Foram utilizados quatro isolados de C. gloeosporioides: CEN 419, CEN 421, CEN 433, obtidos de amostras de frutos e folhas de maracujazeiro, coletadas em áreas do Distrito Federal e o isolado CEN 422, cedido pela Universidade Federal Rural de Pernambuco. Os meios testados foram: V8 (Campbell®), BD (batata-dextrose) e BD suplementado com Extrato de Levedura a 1% (BD+EL). A partir de culturas desenvolvidas em meio de batata-dextrose-ágar (BDA), a 25 ºC e fotoperíodo de 12 horas, foram preparadas suspensões contendo 105 conídios/ml. Cada frasco Erlenmeyer (125mL de capacidade) contendo 50 ml dos meios indicados recebeu 5mL da suspensão fúngica, sendo mantidos sob agitação (150 rpm) a 25 ºC no escuro. Após sete dias, cada cultura foi avaliada quanto à concentração e viabilidade dos conídios e biomassa seca. A concentração de conídios foi determinada com auxílio de câmara de Newbauer e a viabilidade dos mesmos em lâminas microscópicas contendo blocos de BDA, sendo depositados em cada bloco 100 mL da suspensão fúngica. Contaram-se 100 conídios de cada amostra após 16 e 24 horas de incubação a 25 ºC. A biomassa seca foi determinada, após filtragem em papel de filtro, e submetida à secagem em estufa por 24 horas a 70ºC. Utilizou-se o delineamento inteiramente casualizado em esquema fatorial 4x3 (4 isolados e 3 meios de cultura) com quatro repetições.
Os resultados indicaram que houve interação entre os fatores quanto ao crescimento e esporulação de C. gloeosporioides. Os isolados CEN 421 e CEN 422 superaram os demais quanto ao crescimento micelial, sendo o meio BD +EL mais adequado (Figura 1A).
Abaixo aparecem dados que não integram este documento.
import type { FeatureDeps } from "../../deps.ts";
import { createSecretHasher } from "../../identity/secret-hasher.ts";
import { inTransaction } from "../connection.ts";
import { newId } from "../schema/columns.ts";
import { classes, classTeachers, consents, enrolments, schools, userRoles, users } from "../schema/index.ts";
import { CLASSES, SCHOOLS, STAFF, STUDENTS } from "./world/people.ts";
import type { SeedDay } from "./seed-day.ts";

/** Ids of the seeded people and classes by their key in the demo world. */
export interface SeededPeople {
  /** Keys of staff ("marlow") and of students ("7B-TARN/wren"). */
  readonly userIds: ReadonlyMap<string, string>;
  readonly classIds: ReadonlyMap<string, string>;
}

const YEAR_START_DAY = -90;
const LAST_LESSON_DAYS = 4;

/** Adds schools, staff, classes, students, roles, enrolments and the families' answers. */
export async function seedPeople({ db, clock }: FeatureDeps, day: SeedDay): Promise<SeededPeople> {
  const hasher = createSecretHasher();
  const secrets = await Promise.all(
    [...STAFF.map((one) => one.password), ...STUDENTS.map((one) => one.passphrase)].map((secret) =>
      hasher.hash(secret),
    ),
  );
  const hashes = secrets.values();
  const schoolIds = new Map(SCHOOLS.map((school) => [school.key, newId()]));
  const classIds = new Map(CLASSES.map((one) => [one.code as string, newId()]));
  const userIds = new Map([...STAFF, ...STUDENTS].map((one) => [one.key, newId()]));
  const idOf = (ids: ReadonlyMap<string, string>, key: string) => {
    const id = ids.get(key);
    if (id === undefined) throw new Error(`The demo world names "${key}", which it does not have.`);
    return id;
  };
  const createdAt = day.at(YEAR_START_DAY, "09:00");

  inTransaction(db, (tx) => {
    for (const { key, name, shortName, timeZone } of SCHOOLS)
      tx.insert(schools)
        .values({ id: idOf(schoolIds, key), name, shortName, timeZone })
        .run();
    for (const one of STAFF) {
      const id = idOf(userIds, one.key);
      const schoolId = one.school && idOf(schoolIds, one.school);
      tx.insert(users)
        .values({
          id,
          schoolId,
          displayName: one.displayName,
          email: one.email,
          secretHash: hashes.next().value,
          createdAt,
        })
        .run();
      for (const role of one.roles) tx.insert(userRoles).values({ userId: id, role }).run();
    }
    for (const one of CLASSES) {
      const id = idOf(classIds, one.code);
      tx.insert(classes)
        .values({ id, schoolId: idOf(schoolIds, one.school), name: one.name, code: one.code })
        .run();
      for (const teacher of one.teachers)
        tx.insert(classTeachers)
          .values({ classId: id, userId: idOf(userIds, teacher) })
          .run();
    }
    STUDENTS.forEach((one, n) => {
      const id = idOf(userIds, one.key);
      const lastSeenAt = day.before(-1 - (n % LAST_LESSON_DAYS), "11:40");
      tx.insert(users)
        .values({
          id,
          schoolId: idOf(schoolIds, one.school),
          displayName: one.displayName,
          username: one.username,
          secretHash: hashes.next().value,
          createdAt,
          lastSeenAt,
        })
        .run();
      tx.insert(userRoles).values({ userId: id, role: "student" }).run();
      tx.insert(enrolments)
        .values({ classId: idOf(classIds, one.classCode), userId: id })
        .run();
      if (one.consent !== "open") {
        tx.insert(consents)
          .values({
            userId: id,
            isNamePublic: one.consent === "yes",
            recordedBy: idOf(userIds, teacherOf(one.classCode)),
            recordedAt: clock.now(),
          })
          .run();
      }
    });
  });
  return { userIds, classIds };
}

/** Key of the first teacher of a class. */
export function teacherOf(classCode: string): string {
  const [teacher] = CLASSES.find((one) => one.code === classCode)?.teachers ?? [];
  if (teacher === undefined) throw new Error(`Class ${classCode} of the demo world has no teacher.`);
  return teacher;
}
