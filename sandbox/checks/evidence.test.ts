import { describe, expect, it } from "vitest";
import { buildLayout, buildShow, buildSong, fadeTo, off, on, pulse } from "../../tests/factories/small-show.ts";
import { EvidenceSchema } from "../../shared/contracts/marking.ts";
import type { WrittenCue } from "../timeline/build.ts";
import { listFunctionCalls } from "./calls.ts";
import { gatherEvidence, type EvidenceTopic } from "./evidence.ts";

const layout = buildLayout([
  { side: "north", outlets: ["relay"] },
  { side: "north", outlets: ["dimmer"] },
  { side: "south", outlets: [{ kind: "dimmer", watts: 720 }] },
]);
const song = buildSong({
  sections: [
    { name: "verse", start: 0, end: 16 },
    { name: "chorus", start: 16, end: 32 },
  ],
  instruments: [
    { name: "drums", hits: [0, 1, 2, 3, 16], notes: [] },
    { name: "bells", hits: [5], notes: [] },
  ],
});
const gather = (cues: readonly WrittenCue[], source = "") =>
  gatherEvidence({ timeline: buildShow(layout, cues), layout, song, source });
const facts = (topic: EvidenceTopic, cues: readonly WrittenCue[], source?: string) =>
  gather(cues, source)
    .filter((fact) => fact.topic === topic)
    .map(({ kind, text }) => `${kind}: ${text}`);

describe("gatherEvidence", () => {
  it("counts fronts and sides that light up", () => {
    expect(facts("coverage", [on(0, [0, 1, 2])])).toEqual([
      "tick: 3 of 3 fronts light up.",
      "tick: All 2 sides light up.",
    ]);
    expect(facts("coverage", [on(0, 1)])).toEqual([
      "triangle: 1 of 3 fronts light up. Dark: front a and front c.",
      "triangle: 1 side stays dark: south.",
    ]);
  });
  it("counts pulses within 20 ms of a hit of the instrument that fits best", () => {
    // 20 ms are 0.04 beats at 120 a minute.
    const cues = [
      pulse(0, [1, 2], 1, undefined, 3),
      pulse(1.039, 1, 1, undefined, 4),
      pulse(2.05, 1, 1, undefined, 5),
      pulse(16, 1, 1, undefined, 6),
    ];
    const [hits] = gather(cues).filter(({ text }) => text.includes("hit"));
    expect(hits).toMatchObject({
      kind: "tick",
      text: "3 of 4 pulse moments are on a hit of the drums.",
      lines: [5],
      moments: [1968],
    });
  });
  it("counts bars in which nothing changes; a running fade is a change", () => {
    expect(facts("music", [fadeTo(0, 1, 100, 32)])[1]).toBe("tick: Something changes in every bar.");
    expect(facts("music", [on(0, 1), off(16, 1)])[1]).toBe(
      "triangle: Nothing changes in 6 of 8 bars: 2, 3, 4, 6, 7 and 8.",
    );
  });
  it("compares the light of chorus and verse", () => {
    expect(facts("dynamics", [on(0, 1, 30), on(16, [1, 2], 90)])).toEqual([
      "tick: The chorus has 60 % of the light that the square can give, the verse 10 %.",
    ]);
    expect(facts("dynamics", [on(0, 1, 90)])[0]).toContain("info:");
  });
  it("counts calls with different values, loops and conditions", () => {
    const source =
      "function sweep(lights, step) {\n  for (const f of lights) { for (const p of f) p.pulse(1); wait(step); }\n}\nsweep(square.all, 1);\nsweep(square.all, 2);\nif (now() > 4) sweep(square.all, 1);";
    expect(facts("code", [], source)).toEqual([
      "tick: `sweep` is called on 3 lines with 2 different sets of values.",
      "tick: 2 loops, 1 of them inside another, 1 condition.",
    ]);
    expect(facts("code", [], "square.all.on();")).toEqual([
      "info: The script has no function of its own.",
      "info: 0 loops, 0 of them inside another, 0 conditions.",
    ]);
  });
  it("tells peak load, flashes and relay clicks", () => {
    // 760 W of the 1440 W that 15 A at 120 V may carry for hours.
    expect(facts("safety", [on(0, 2), pulse(0, 0, 1), pulse(4, 0, 1)])).toEqual([
      "tick: The fullest circuit takes 53 % of what it may take (a planning aid).",
      "tick: The north side flashes at most 1 time in a second. The limit is 3.",
      "info: The relays come on 2 times in a show, the busiest 2 times: in a season 0 % of its life.",
    ]);
  });
  it("fits what travels to the person who marks", () => {
    for (const fact of gather([on(0, 1), pulse(2.3, 2, 1)], "repeat(4, () => {});"))
      expect(EvidenceSchema.safeParse(fact).success).toBe(true);
  });
});

describe("listFunctionCalls", () => {
  it("leaves calls of a function to itself out, and takes arrows for functions", () => {
    const calls = listFunctionCalls("const grow = (n) => { if (n > 0) grow(n - 1); };\ngrow(3);\nfunction idle() {}");
    expect(calls).toEqual([
      { name: "grow", parameters: 1, line: 1, callLines: [2], differentValues: 1 },
      { name: "idle", parameters: 0, line: 3, callLines: [], differentValues: 0 },
    ]);
  });
});
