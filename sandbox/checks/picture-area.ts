import { REFERENCE_VIEW, type LightGeometry } from "../square/geometry.ts";
import { paneArea } from "../square/shapes.ts";

/** Side of a cell of the reference picture, in pixels. Blocks are looked at in steps of a cell. */
const CELL = 16;
const COLUMNS = Math.ceil(REFERENCE_VIEW.width / CELL);
const ROWS = Math.ceil(REFERENCE_VIEW.height / CELL);
/** WCAG 2.2: any 341 x 256 pixels of a picture of 1024 x 768 stand for a field of view of 10 degrees. */
const BLOCK_COLUMNS = Math.round(341 / CELL);
const BLOCK_ROWS = Math.round(256 / CELL);
/** WCAG 2.2, technique G176: a quarter of that block, 21 824 pixels. */
export const FLASH_AREA_PIXELS = 21_824;

/** Number of places of the block in a picture. */
export const BLOCK_COUNT = (COLUMNS - BLOCK_COLUMNS + 1) * (ROWS - BLOCK_ROWS + 1);

/** Where a light shines in the picture: cells, each once, and the pixels lit in each. */
export interface PictureCells {
  readonly cell: Uint16Array;
  readonly pixels: Float64Array;
}

/** Gives the lit cells of a light as drawn in the reference picture. */
export function listPictureCells({ panes, beads }: Pick<LightGeometry, "panes" | "beads">): PictureCells {
  const cells = new Map<number, number>();
  const add = (column: number, row: number, pixels: number) => {
    if (column < 0 || row < 0 || column >= COLUMNS || row >= ROWS) return;
    const cell = row * COLUMNS + column;
    cells.set(cell, (cells.get(cell) ?? 0) + pixels);
  };
  for (const pane of panes) {
    const filled = paneArea(pane) / Math.max(1e-9, pane.width * pane.height);
    for (let column = Math.floor(pane.x / CELL); column * CELL < pane.x + pane.width; column++)
      for (let row = Math.floor(pane.y / CELL); row * CELL < pane.y + pane.height; row++)
        add(column, row, filled * overlap(pane.x, pane.width, column) * overlap(pane.y, pane.height, row));
  }
  for (const { x, y, radius } of beads) add(Math.floor(x / CELL), Math.floor(y / CELL), Math.PI * radius * radius);
  return toCells(cells);
}

/** Gives the cells of several lights as one; what two of them fill is counted twice. */
export function joinCells(parts: readonly PictureCells[]): PictureCells {
  const cells = new Map<number, number>();
  for (const { cell, pixels } of parts)
    cell.forEach((at, place) => cells.set(at, (cells.get(at) ?? 0) + (pixels[place] ?? 0)));
  return toCells(cells);
}

function toCells(cells: ReadonlyMap<number, number>): PictureCells {
  return { cell: Uint16Array.from(cells.keys()), pixels: Float64Array.from(cells.values()) };
}

/** Length of a stretch inside one cell. */
function overlap(start: number, length: number, cell: number): number {
  return Math.max(0, Math.min(start + length, (cell + 1) * CELL) - Math.max(start, cell * CELL));
}

/** Gives the lit pixels of a few lights together in every block: by block, left to right and top to bottom. */
export function sumBlocks(parts: Iterable<PictureCells>): Float64Array {
  const cells = new Float64Array(COLUMNS * ROWS);
  for (const { cell, pixels } of parts)
    for (let place = 0; place < cell.length; place++) {
      const at = cell[place] ?? 0;
      // Lights that overlap do not light a pixel twice.
      cells[at] = Math.min(CELL * CELL, (cells[at] ?? 0) + (pixels[place] ?? 0));
    }
  const wide = COLUMNS + 1;
  const sums = new Float64Array(wide * (ROWS + 1));
  for (let row = 0; row < ROWS; row++)
    for (let column = 0; column < COLUMNS; column++) {
      const at = (row + 1) * wide + column + 1;
      sums[at] =
        (cells[row * COLUMNS + column] ?? 0) +
        (sums[at - wide] ?? 0) +
        (sums[at - 1] ?? 0) -
        (sums[at - wide - 1] ?? 0);
    }
  const blocks = new Float64Array(BLOCK_COUNT);
  let block = 0;
  for (let row = 0; row + BLOCK_ROWS <= ROWS; row++)
    for (let column = 0; column + BLOCK_COLUMNS <= COLUMNS; column++) {
      const top = row * wide + column;
      const bottom = top + BLOCK_ROWS * wide;
      blocks[block++] =
        (sums[bottom + BLOCK_COLUMNS] ?? 0) - (sums[top + BLOCK_COLUMNS] ?? 0) - (sums[bottom] ?? 0) + (sums[top] ?? 0);
    }
  return blocks;
}

/** Gives the lit pixels of some cells all together: no block has more. */
export function sumPixels({ pixels }: PictureCells): number {
  return pixels.reduce((sum, value) => sum + value, 0);
}
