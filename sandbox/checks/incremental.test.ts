import fc from "fast-check";
import { describe, expect, it } from "vitest";
import { buildLayout, buildShow, buildSong, colour, fadeTo, off, on, pulse } from "../../tests/factories/small-show.ts";
import type { WrittenCue } from "../timeline/build.ts";
import { openSetting } from "./context.ts";
import { checkShow, createShowCheck } from "./index.ts";

/** Two sides and a tree, every kind of box, 12 lights; big parts, so that flashes are found, too. */
const layout = buildLayout([
  { side: "north", outlets: ["relay", { kind: "colour", part: "windows" }, "dimmer"] },
  { side: "north", outlets: ["solid-state", { kind: "colour", part: "windows" }] },
  { side: "south", outlets: [{ kind: "dimmer", part: "windows", watts: 900 }, 4] },
  { side: null, outlets: ["dimmer", { kind: "colour", part: "lamps" }] },
]);
const song = buildSong();
const LIGHTS = Array.from({ length: 12 }, (_, light) => light);

const beat = fc.integer({ min: 0, max: 127 }).map((quarter) => quarter / 4);
const some = fc.oneof(fc.constant(LIGHTS), fc.subarray(LIGHTS, { minLength: 1 }));
const level = fc.constantFrom(0, 20, 50, 100);
const length = fc.constantFrom(0, 0.01, 0.25, 1, 6);
const hue = fc.constantFrom(0xff_00_00, 0x00_00_ff, 0xff_ff_ff);
const line = fc.integer({ min: 1, max: 9 });
const someCue: fc.Arbitrary<WrittenCue> = fc.oneof(
  fc.tuple(beat, some, level, line).map((a) => on(...a)),
  fc.tuple(beat, some, line).map((a) => off(...a)),
  fc.tuple(beat, some, level, length, line).map((a) => fadeTo(...a)),
  fc.tuple(beat, some, length, fc.option(hue, { nil: undefined }), line).map((a) => pulse(...a)),
  fc.tuple(beat, some, hue, length, line).map((a) => colour(...a)),
);
/** A pulse on every half beat of four bars, which some sides may not have. */
const flashing = fc
  .tuple(some, line)
  .map(([lights, at]) => Array.from({ length: 32 }, (_, turn) => pulse(turn / 2, lights, 0.5, undefined, at)));

/** A few hundred whole checks; a busy machine takes its time. */
const SLOW_MS = 180_000;

/** What an edit does to the cues of a show. */
const edit: fc.Arbitrary<(cues: readonly WrittenCue[]) => readonly WrittenCue[]> = fc.oneof(
  fc.array(someCue, { minLength: 1, maxLength: 6 }).map((more) => (cues: readonly WrittenCue[]) => [...cues, ...more]),
  flashing.map((more) => (cues: readonly WrittenCue[]) => [...more, ...cues]),
  fc.nat().map((at) => (cues: readonly WrittenCue[]) => cues.filter((_, cue) => cue !== at % (cues.length + 1))),
  fc.nat().map((from) => (cues: readonly WrittenCue[]) => cues.slice(from % (cues.length + 1))),
  // A line was added above: nothing but the lines changes.
  fc.constant((cues: readonly WrittenCue[]) => cues.map((cue) => ({ ...cue, chain: cue.chain.map((at) => at + 1) }))),
  fc
    .nat({ max: 500 })
    .map(
      (later) => (cues: readonly WrittenCue[]) =>
        cues.map((cue, index) => (index % 7 === 0 ? { ...cue, tick: cue.tick + later } : cue)),
    ),
  fc.constant((cues: readonly WrittenCue[]) => cues),
);

describe("createShowCheck", () => {
  it("finds after every edit what a check from scratch finds", { timeout: SLOW_MS }, () => {
    fc.assert(
      fc.property(fc.array(edit, { minLength: 1, maxLength: 7 }), fc.array(fc.boolean()), (edits, completes) => {
        const check = createShowCheck({ layout, song });
        let cues: readonly WrittenCue[] = [];
        edits.forEach((change, step) => {
          cues = change(cues);
          const timeline = buildShow(layout, cues, { isComplete: completes[step] ?? true });
          expect(check(timeline)).toEqual(checkShow({ timeline, layout, song }));
        });
      }),
      { numRuns: 40 },
    );
  });

  it("works the facts of a light out again only when what it is told has changed", () => {
    const open = openSetting({ layout, song });
    const before = open(buildShow(layout, [on(0, LIGHTS, 50), pulse(4, [0, 1], 1)])).facts();
    const after = open(
      buildShow(layout, [on(0, LIGHTS, 50, 3), pulse(2, 5, 1), pulse(4, [0, 1], 1, undefined, 4)]),
    ).facts();
    expect(LIGHTS.filter((light) => before[light] !== after[light])).toEqual([5]);
  });

  it("keeps what the last check used and forgets the rest", () => {
    const open = openSetting({ layout, song });
    const early = open(buildShow(layout, [pulse(4, 1, 1)])).facts()[1];
    expect(open(buildShow(layout, [pulse(4, 1, 1), on(9, 2)])).facts()[1]).toBe(early);
    open(buildShow(layout, [pulse(8, 1, 1)])).facts();
    expect(open(buildShow(layout, [pulse(4, 1, 1)])).facts()[1]).not.toBe(early);
  });
});
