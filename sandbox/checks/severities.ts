import type { Severity } from "../engine/model.ts";

/**
 * How grave each finding of the show check is, and why. A *stop* may not be forwarded or scheduled;
 * handing in is never blocked. The one place where this is decided.
 */
export const SEVERITIES = {
  "street-flash": { severity: "stop", reason: "Flashing light can harm people with photosensitive epilepsy." },
  "street-flash-all-sides": {
    severity: "warn",
    reason: "Each side keeps the limit, but somebody who sees several sides may see more flashes.",
  },
  "street-flash-long-run": {
    severity: "warn",
    reason: "A long run at the limit may be risky though it keeps the limit.",
  },
  "picture-flash": {
    severity: "stop",
    reason: "The show is watched on screens, too, and WCAG 2.2 draws the line there.",
  },
  "picture-red-flash": { severity: "stop", reason: "Flashes of saturated red are the most dangerous ones." },
  "circuit-overload": {
    severity: "stop",
    reason: "Above 80 % of a breaker a circuit is overloaded while shows run for hours.",
  },
  "circuit-everything-on": {
    severity: "warn",
    reason: "A stuck box or a test can switch on everything at once; that is for the square, not the show.",
  },
  "circuit-inrush": {
    severity: "note",
    reason: "Cold filaments may trip a breaker; LED lamps do not, and the layout does not say which hang there.",
  },
  incomplete: { severity: "stop", reason: "A script that stopped half way is never played." },
  "nothing-lit": { severity: "stop", reason: "A dark show can not be scheduled." },
  "wrong-length": { severity: "stop", reason: "A timeline made for another beat map runs out of step with the song." },
  "relay-dwell": {
    severity: "warn",
    reason: "Quick switching wears relays out; it is no danger, and the coordinator may accept it.",
  },
  "relay-rate": {
    severity: "warn",
    reason: "More switching than a relay is rated for at full load shortens its life.",
  },
  "relay-wear": {
    severity: "warn",
    reason: "A relay that is worn out before the season ends leaves a front dark; it is no danger.",
  },
  "half-cycle": {
    severity: "note",
    reason: "A solid-state box follows the mains in half-cycles, so such short times can not be exact.",
  },
  "never-switches": { severity: "warn", reason: "A switched light that is never reached stays dark on the street." },
  "never-seen": { severity: "warn", reason: "A step that nobody sees is nearly always a missing wait." },
  "fade-cut": { severity: "note", reason: "A fade that stops half way may be meant." },
  "colour-never-lit": { severity: "note", reason: "A colour on a dark light changes nothing that is seen." },
  "colour-not-shown": { severity: "note", reason: "The light shines all the same, in its own colour." },
  "off-grid": { severity: "note", reason: "Steps off the beat may be meant." },
  "ends-early": { severity: "note", reason: "The song plays on over a dark square." },
  "long-dark": { severity: "note", reason: "A long dark stretch may be meant." },
  "dark-fronts": { severity: "note", reason: "Not every show has to use every front." },
} as const satisfies Readonly<Record<string, { readonly severity: Severity; readonly reason: string }>>;

export type CheckRule = keyof typeof SEVERITIES;
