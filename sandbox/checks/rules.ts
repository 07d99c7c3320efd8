import { CONTINUOUS_FACTOR } from "./load-rules.ts";

/**
 * The limits that the show check measures against. They are settings of an event; those that keep
 * people safe can only be made stricter (see `tightenRules`). Each says where it comes from; "common practice" has no source that could be cited.
 */
export interface EventRules {
  /** Most rising events (see `street-flash.ts`) in any second. WCAG 2.2, success criterion 2.3.1: three. */
  readonly flashesPerSecond: number;
  /** Share of a side's lights that makes an event. WCAG 2.2: 25 % of the field of view. */
  readonly flashShare: number;
  /** Changes within this time are one. TRACE proposed guideline (Jordan and Vanderheiden 2024): 20 ms. */
  readonly flashTogetherSeconds: number;
  /** Least change of a light, as a share of its full light, and the darker state below which it counts. WCAG 2.2: 0.1 and 0.8. */
  readonly flashStep: number;
  readonly flashDarkerBelow: number;
  /** Seconds at the limit after which a run is reported. ITU-R BT.1702 as restated: 5 s may be risky even when compliant. */
  readonly flashLongRunSeconds: number;
  /** Least seconds on, and off between, of a mechanical relay. Common practice. */
  readonly relayDwellSeconds: number;
  /** Most times on a second of a relay, over `relayWindowSeconds`. Rated-load figures of relay datasheets: 1800 an hour. */
  readonly relayCyclesPerSecond: number;
  readonly relayWindowSeconds: number;
  /** Switchings in a relay's life at rated load. Relay datasheets: 100 000. */
  readonly relayLifeCycles: number;
  /** How often a show is played in a season, and the share of a relay's life it may take. Common practice: 6 a night, 30 nights. */
  readonly seasonPlays: number;
  readonly relayWearShare: number;
  /** Share of a breaker that lights may take. NEC 210.20(A): 1 / 1.25 for continuous loads. */
  readonly continuousShare: number;
  /** What a cold filament takes for a moment, in times of its current. Lamp makers: 10 to 15. */
  readonly inrushFactor: number;
  /** What a breaker bears for a moment, in times of its rating. Common practice, no source; plate ratings decide. */
  readonly inrushTimesBreaker: number;
  /** A show that is over before this share of its song is noted. Common practice. */
  readonly leastLengthShare: number;
  /** Dark seconds inside a show that are noted. Common practice. */
  readonly longestDarkSeconds: number;
}

export const DEFAULT_RULES: EventRules = {
  flashesPerSecond: 3,
  flashShare: 0.25,
  flashTogetherSeconds: 0.02,
  flashStep: 0.1,
  flashDarkerBelow: 0.8,
  flashLongRunSeconds: 5,
  relayDwellSeconds: 0.5,
  relayCyclesPerSecond: 0.5,
  relayWindowSeconds: 30,
  relayLifeCycles: 100_000,
  seasonPlays: 180,
  relayWearShare: 0.5,
  continuousShare: 1 / CONTINUOUS_FACTOR,
  inrushFactor: 12,
  inrushTimesBreaker: 5,
  leastLengthShare: 0.9,
  longestDarkSeconds: 15,
};

/** Limits that an event can lower and not raise, and those that it can raise and not lower. */
const AT_MOST = [
  "flashesPerSecond",
  "flashShare",
  "flashStep",
  "flashLongRunSeconds",
  "continuousShare",
] as const satisfies readonly (keyof EventRules)[];
const AT_LEAST = [
  "flashTogetherSeconds",
  "flashDarkerBelow",
  "relayDwellSeconds",
] as const satisfies readonly (keyof EventRules)[];

/** Gives the rules of an event: its own where it names them, but never looser ones for flashes, load and relays. */
export function tightenRules(own: Partial<EventRules> = {}): EventRules {
  const rules = { ...DEFAULT_RULES, ...own };
  const atMost = AT_MOST.map((limit) => [limit, Math.min(rules[limit], DEFAULT_RULES[limit])] as const);
  const atLeast = AT_LEAST.map((limit) => [limit, Math.max(rules[limit], DEFAULT_RULES[limit])] as const);
  return { ...rules, ...Object.fromEntries([...atMost, ...atLeast]) };
}
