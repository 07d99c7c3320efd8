import type { BeatMap } from "../../shared/contracts/songs.ts";
import type { Layout } from "../../shared/contracts/square.ts";
import { listLights, type Light } from "../square/lights.ts";
import type { Timeline } from "../timeline/model.ts";
import { listOnSpans, type OnSpan } from "../timeline/switching.ts";
import { createTempo, type Tempo } from "../timeline/tempo.ts";
import { buildTracks, type Tracks } from "../timeline/tracks.ts";
import { CheckMemory } from "./check-memory.ts";
import { listFacts, type LightFacts } from "./light-facts.ts";
import { tightenRules, type EventRules } from "./rules.ts";

/** Where shows are checked: what stays the same from one check to the next. */
export interface CheckSetting {
  readonly layout: Layout;
  readonly song: BeatMap;
  readonly rules?: Partial<EventRules>;
}

/** What a show is checked on. */
export interface CheckInput extends CheckSetting {
  readonly timeline: Timeline;
}

/** The input and what every rule reads of it, worked out once. */
export interface CheckContext {
  readonly timeline: Timeline;
  readonly layout: Layout;
  readonly song: BeatMap;
  readonly rules: EventRules;
  /** Walking order. */
  readonly lights: readonly Light[];
  readonly tracks: Tracks;
  readonly tempo: Tempo;
  /** What earlier checks of the same setting left. */
  readonly memory: CheckMemory;
  /** The facts of each light, by index; worked out at the first call. */
  facts(): readonly LightFacts[];
  /** When each switched light is on, by index; empty for others. Worked out at the first call. */
  onSpans(): readonly (readonly OnSpan[])[];
}

/** Gives the context of a check. Throws `RangeError` when the timeline is for another number of lights. */
export function createCheckContext({ timeline, ...setting }: CheckInput): CheckContext {
  return openSetting(setting)(timeline);
}

/** Gives what makes contexts of one setting after another, with one memory. */
export function openSetting({ layout, song, rules: own }: CheckSetting): (timeline: Timeline) => CheckContext {
  const memory = new CheckMemory();
  const lights = listLights(layout);
  const tempo = createTempo(song);
  const rules = tightenRules(own);
  return (timeline) => {
    if (lights.length !== timeline.lightCount)
      throw new RangeError(`The timeline is for ${timeline.lightCount} lights, the layout has ${lights.length}.`);
    memory.turnPage();
    const tracks = buildTracks(timeline);
    let facts: readonly LightFacts[] | undefined;
    let onSpans: readonly (readonly OnSpan[])[] | undefined;
    return {
      timeline,
      layout,
      song,
      rules,
      lights,
      tracks,
      tempo,
      memory,
      facts: () => (facts ??= listFacts(timeline, lights, tracks, rules, memory)),
      onSpans: () =>
        (onSpans ??= lights.map(({ index, isSwitched }) => (isSwitched ? listOnSpans(tracks, index) : []))),
    };
  };
}
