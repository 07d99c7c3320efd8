import { Temporal } from "temporal-polyfill";

/** The day of seeding, from which all days of the demo world count. */
export interface SeedDay {
  /** "2026-12-04", in the event's zone; the evening goes on until 04:00. */
  readonly today: string;
  /** The local date so many days away. */
  dateOf(day: number): string;
  /** UTC milliseconds of a local time ("15:30") so many days away, never later than now. */
  before(day: number, time: string): number;
  /** UTC milliseconds of a local time so many days away. */
  at(day: number, time: string): number;
}

/** Counts days from a local date in a zone; daylight saving is the zone's. */
export function createSeedDay(today: string, timeZone: string, now: number): SeedDay {
  const date = Temporal.PlainDate.from(today);
  const at = (day: number, time: string) =>
    date.add({ days: day }).toZonedDateTime({ timeZone, plainTime: time }).epochMilliseconds;
  return {
    today,
    dateOf: (day) => date.add({ days: day }).toString(),
    at,
    before: (day, time) => Math.min(now, at(day, time)),
  };
}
Os isolados CEN 419 e CEN 422, apresentaram maior capacidade de esporulação nas três composições de meios avaliadas, destacando-se, para o primeiro isolado, o meio BD e para o segundo, além deste, também o meio V8 (Figura 1B). Todos os isolados apresentaram viabilidade elevada após 24 horas de inoculação, independentemente do meio em que foram produzidos. Os resultados obtidos neste trabalho revelaram que é possível produzir inóculo de C. gloeosporioides em meio líquido. Este é um método relativamente rápido e que simplifica o processo de recuperação de inóculo para uso experimental em larga escala.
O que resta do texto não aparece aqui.